脑海里忽然闪过江幸红着脸、气鼓鼓的模样,还有那句——我还欠了别人十万块。
这情节,怎么莫名地与米矜的故事有些相似?
他自嘲地摇摇头,压下心头那点莫名的烦躁,缓缓将车驶入停车场。
夜色里的会所霓虹流转,透着几分纸醉金迷的热闹。
肖骧今晚有事不在,池溯便径直去了v8包厢,点了一打冰啤酒,又为米矜叫了一份水果拼盘。
包厢内昏暗朦胧,音乐低回。
他握着一瓶啤酒,仰靠在沙发上,鼻端似乎还萦绕着那缕甜香,似有若无的。就像上一次,在车里缠上他袖扣上的那一缕。
他下意识抬起手腕贴近鼻尖,却什么也没闻到。
就在这时,门外由远及近传来一阵喧闹的脚步声,伴随着清脆的笑闹声,包厢门被“砰”地一声猛地推开。

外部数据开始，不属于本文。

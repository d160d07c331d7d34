package job

import (
	"fmt"
	"io"
	"math"
	"math/rand/v2"
	"slices"
	"testing"
	"time"

	"github.com/stretchr/testify/require"

	"gatesill/acquire"
	"gatesill/acquire/bench"
	"gatesill/acquire/port"
	"gatesill/acquire/rehearsal"
	"gatesill/store/record"
)

// simBench is a simulated bench in simulated time, and the program's own way from its
// bytes to points: the handlers of acquire.Listen, the sweeper's plan, the runner.
type simBench struct {
	t     *testing.T
	b     *rehearsal.Bench
	w     *sweeper
	lines map[string]*simLine
	order []string // of the lines, so that a run repeats
	start time.Time
	now   float64 // s
	queue []rehearsal.Sent
	heard []acquire.Event // not yet handed on

	aim     float64                          // V, of the hand; NaN none
	turning float64                          // V/s
	rate    func(h acquire.Hand) (v float64) // V/s of the hand
}

// simLine is the far end of a line for its handler.
type simLine struct {
	b       *rehearsal.Bench
	name    string
	at      time.Duration // a byte
	handler port.Handler
}

func (l *simLine) Read([]byte) (int, error)    { return 0, nil }
func (l *simLine) Write(p []byte) (int, error) { l.b.Hear(l.name, p); return len(p), nil }
func (l *simLine) Discard() error              { return nil }
func (l *simLine) DiscardOutput() error        { return nil }
func (l *simLine) Close() error                { return nil }
func (l *simLine) ByteTime() time.Duration     { return l.at }
func (l *simLine) Address() string             { return l.name }

// simTick is how often the program's loop tells that time passes.
var simTick = tickEvery.Seconds()

// newSimBench builds the bench and the sweeper that works at it, for a part with those
// test and idle currents.
func newSimBench(t *testing.T, c rehearsal.Config, mode acquire.Mode, test, idle float64) *simBench {
	t.Helper()
	b, err := rehearsal.NewBench(c)
	require.NoError(t, err)
	text, err := b.Describe(func(line string) string { return "/simulated/" + line })
	require.NoError(t, err)
	file, err := bench.Parse([]byte(text))
	require.NoError(t, err)
	part := record.NewPart("GX-30")
	part.TestCurrent, part.IdleCurrent = record.Known(test), record.Known(idle)
	given := merge(record.Condition{Temp: record.Known(25), TempOf: "ambient"}, file.Given)
	w := &sweeper{
		sitting: &sitting{env: &Env{Out: io.Discard, Err: io.Discard, Quiet: true}, bench: file, given: given, part: part, lot: record.Lot{Name: "simulated"}, meters: shownRanges{}},
		rq:      SweepRequest{Mode: mode}, last: map[string]heardLast{}, scale: map[string]float64{}, swap: map[string]string{},
	}
	require.NoError(t, w.prepare())
	s := &simBench{t: t, b: b, w: w, lines: map[string]*simLine{}, start: time.Unix(0, 0), aim: math.NaN(),
		rate: func(h acquire.Hand) float64 { return h.Rate }}
	for _, src := range Sources(file) {
		src.Setup = nil // a conversation that waits in real time
		settings, err := port.ParseSettings(src.Settings)
		require.NoError(t, err)
		h, err := acquire.Handler(src, s.start, func(e acquire.Event) { s.heard = append(s.heard, e) })
		require.NoError(t, err)
		name := src.Address[len("/simulated/"):]
		l := &simLine{b: b, name: name, handler: h}
		if c.Meters[0].Paced {
			l.at = settings.ByteTime()
		}
		s.lines[name] = l
		s.order = append(s.order, name)
		require.NoError(t, h.Opened(l, s.start))
	}
	return s
}

func (s *simBench) clock(at float64) time.Time {
	return s.start.Add(time.Duration(at * float64(time.Second)))
}

// run lets time pass until over says so, at most for so many seconds; each gets the
// events, tick is called as the program's loop would be.
func (s *simBench) run(seconds float64, each func(acquire.Event), tick func(at float64), over func() bool) bool {
	s.t.Helper()
	for end := s.now + seconds; s.now < end; {
		if over() {
			return true
		}
		next := (math.Floor(s.now/simTick+1e-9) + 1) * simTick
		ticks := true
		at := math.Min(s.b.Next(), s.arrival())
		if at < next && at > s.now {
			next, ticks = at, false
		}
		s.now = next
		for _, sent := range s.b.Step(s.now) {
			sent.At += float64(len(sent.Bytes)) * sent.ByteTime.Seconds() // the last byte is there
			s.queue = append(s.queue, sent)
		}
		slices.SortStableFunc(s.queue, func(a, b rehearsal.Sent) int {
			switch {
			case a.At < b.At:
				return -1
			case a.At > b.At:
				return 1
			}
			return 0
		})
		n := 0
		for ; n < len(s.queue) && s.queue[n].At <= s.now; n++ {
			sent := s.queue[n]
			if l := s.lines[sent.Line]; l != nil {
				require.NoError(s.t, l.handler.Bytes(l, sent.Bytes, s.clock(sent.At)))
			}
		}
		s.queue = s.queue[:copy(s.queue, s.queue[n:])]
		if ticks {
			for _, name := range s.order {
				l := s.lines[name]
				require.NoError(s.t, l.handler.Idle(l, s.clock(s.now)))
			}
		}
		heard := s.heard
		s.heard = nil
		for _, e := range heard {
			require.NoError(s.t, e.Err, "%+v", e)
			s.w.resolve(e)
			for _, r := range e.Readings {
				s.w.meters.note(r)
			}
			each(e)
		}
		if ticks {
			tick(s.now)
		}
	}
	return over()
}

// arrival is when the next bytes are there, s.
func (s *simBench) arrival() float64 {
	if len(s.queue) == 0 {
		return math.Inf(1)
	}
	return s.queue[0].At
}

// idle lets time pass with nobody at the bench.
func (s *simBench) idle(seconds float64) {
	s.run(seconds, func(acquire.Event) {}, func(float64) {}, func() bool { return false })
}

// command gives a supply an order, as the keeper would after its checks.
func (s *simBench) command(drives, format string, args ...any) {
	s.b.Hear("supply-"+drives, fmt.Appendf(nil, format+"\n", args...))
}

// turn lets the hand do what it is asked for.
func (s *simBench) turn(h acquire.Hand) {
	rate := s.rate(h)
	if math.IsNaN(h.To) {
		if math.IsNaN(s.aim) {
			return
		}
		s.aim = math.NaN()
		require.NoError(s.t, s.b.Knob(s.b.Truth().Vg, 0))
		return
	}
	if h.To == s.aim && h.Rate == s.turning {
		return
	}
	s.aim, s.turning = h.To, h.Rate
	require.NoError(s.t, s.b.Knob(h.To, rate))
}

// sweep measures a device as the sweep verb would, and gives its sealed sweep.
func (s *simBench) sweep(device string, pairing func(*acquire.Pairing)) (record.Sweep, acquire.Done) {
	s.t.Helper()
	plan := s.w.plan()
	plan.Pairs = func() acquire.Pairs {
		p := s.w.pairing()
		if pairing != nil {
			pairing(&p)
		}
		return acquire.NewPairer(p)
	}
	if plan.DrivesGate {
		s.command("drain", "OUTP OFF")
		s.command("drain", "VOLT %g", s.w.given.VDD.Float())
		s.command("gate", "VOLT 0;OUTP ON")
	} else {
		s.aim = math.NaN()
		require.NoError(s.t, s.b.Knob(0, 0))
	}
	s.b.Remove()
	s.idle(2)
	require.NoError(s.t, s.b.Insert(device))
	r, err := acquire.NewRunner(plan)
	require.NoError(s.t, err)
	var done *acquire.Done
	obey := func(orders []acquire.Order) {
		for _, o := range orders {
			switch o := o.(type) {
			case acquire.SetGate:
				s.command("gate", "VOLT %.4f", o.V)
			case acquire.SwitchDrain:
				state := "OFF"
				if o.On {
					state = "ON"
				}
				s.command("drain", "OUTP %s", state)
			case acquire.Off:
				s.command("drain", "OUTP OFF")
				s.command("gate", "VOLT 0")
			case acquire.Done:
				done = &o
			}
		}
	}
	ok := s.run(1200, func(e acquire.Event) { obey(r.Event(e)) }, func(at float64) {
		obey(r.Tick(at))
		if !plan.DrivesGate {
			s.turn(r.Hand())
		}
	}, func() bool { return done != nil })
	require.True(s.t, ok, "device %s: not over; %s", device, r.View(s.now).Instruction)
	points, returned := r.Points(), r.View(s.now).Returned
	sw := record.Sweep{Direction: record.Up, Condition: s.w.given, Instruments: s.w.instruments()}
	fillSweep(&sw, points, returned)
	return sw, *done
}

// drawnDevices are n devices with the spread of an ordinary lot; warm lets them heat
// themselves up.
func drawnDevices(seed uint64, n int, warm bool) []rehearsal.Device {
	g := rand.New(rand.NewPCG(seed, 77))
	var out []rehearsal.Device
	for i := range n {
		d := rehearsal.Device{
			Name: fmt.Sprintf("T%d", i+1), Vt: 2.92 + 0.055*g.NormFloat64(), Beta: 3.4 * (1 + 0.04*g.NormFloat64()),
			N: 1.6 * (1 + 0.03*g.NormFloat64()), Theta: 0.12 * (1 + 0.15*g.NormFloat64()), Lambda: 0.008,
		}
		if warm {
			d.Kappa, d.Alpha, d.Rth, d.Tau = 4e-3, 1.8, 2, 20
		}
		out = append(out, d)
	}
	return out
}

“二哥!”一个短发女生像一阵风似的抢先冲了进来,眉眼弯弯,笑容明亮得晃眼。
紧跟在她身后的,是顶着一头醒目黄毛的吴寻初,两人穿着同款的潮牌外套。
池溯掀开眸子,从茶几上拿起一瓶啤酒递过去,身体自然地往旁边挪出半个人的位置,“怎么提前回来了?”
吴寻初笑着正要坐下,却没想到米矜动作更快,已经抢先坐在池溯身边,亲昵地靠过去。
“想你了呗!”米矜依旧是那副大大咧咧的模样,伸手挽住池溯的胳膊,语气里满是雀跃,“二哥,我们刚买的情侣装,好不好看?”
“不错,”池溯点了点头,不着痕迹地将手臂抽了出来。随即起身,重新坐回吴寻初身旁。
“那帮我们拍张照呗?”米矜也没在意,举着手机就朝他递了过去。
“来来,自拍就行!”吴寻初连忙接过手机,笑着揽过她的肩,“二哥不爱拍照,你又不是不知道。”
“对哦,不好意思!”米矜俏皮地吐了吐舌头,笑得更加明媚。
“没关系,”池溯摸出自己的手机,解锁屏幕,“我给你们拍。”
他刚举起手机对准两人,米矜却突然伸手拉住他的手腕,将他一把拽进画面中央,“我们三个一起拍嘛!”
池溯还没来得及开口拒绝,旁边的吴寻初已经按下了快门,“咔嚓”一声将三人定格。
“二哥,快发给我们!”米矜兴奋地凑过来,发梢扫过他的手腕,脸颊几乎贴到他的胳膊。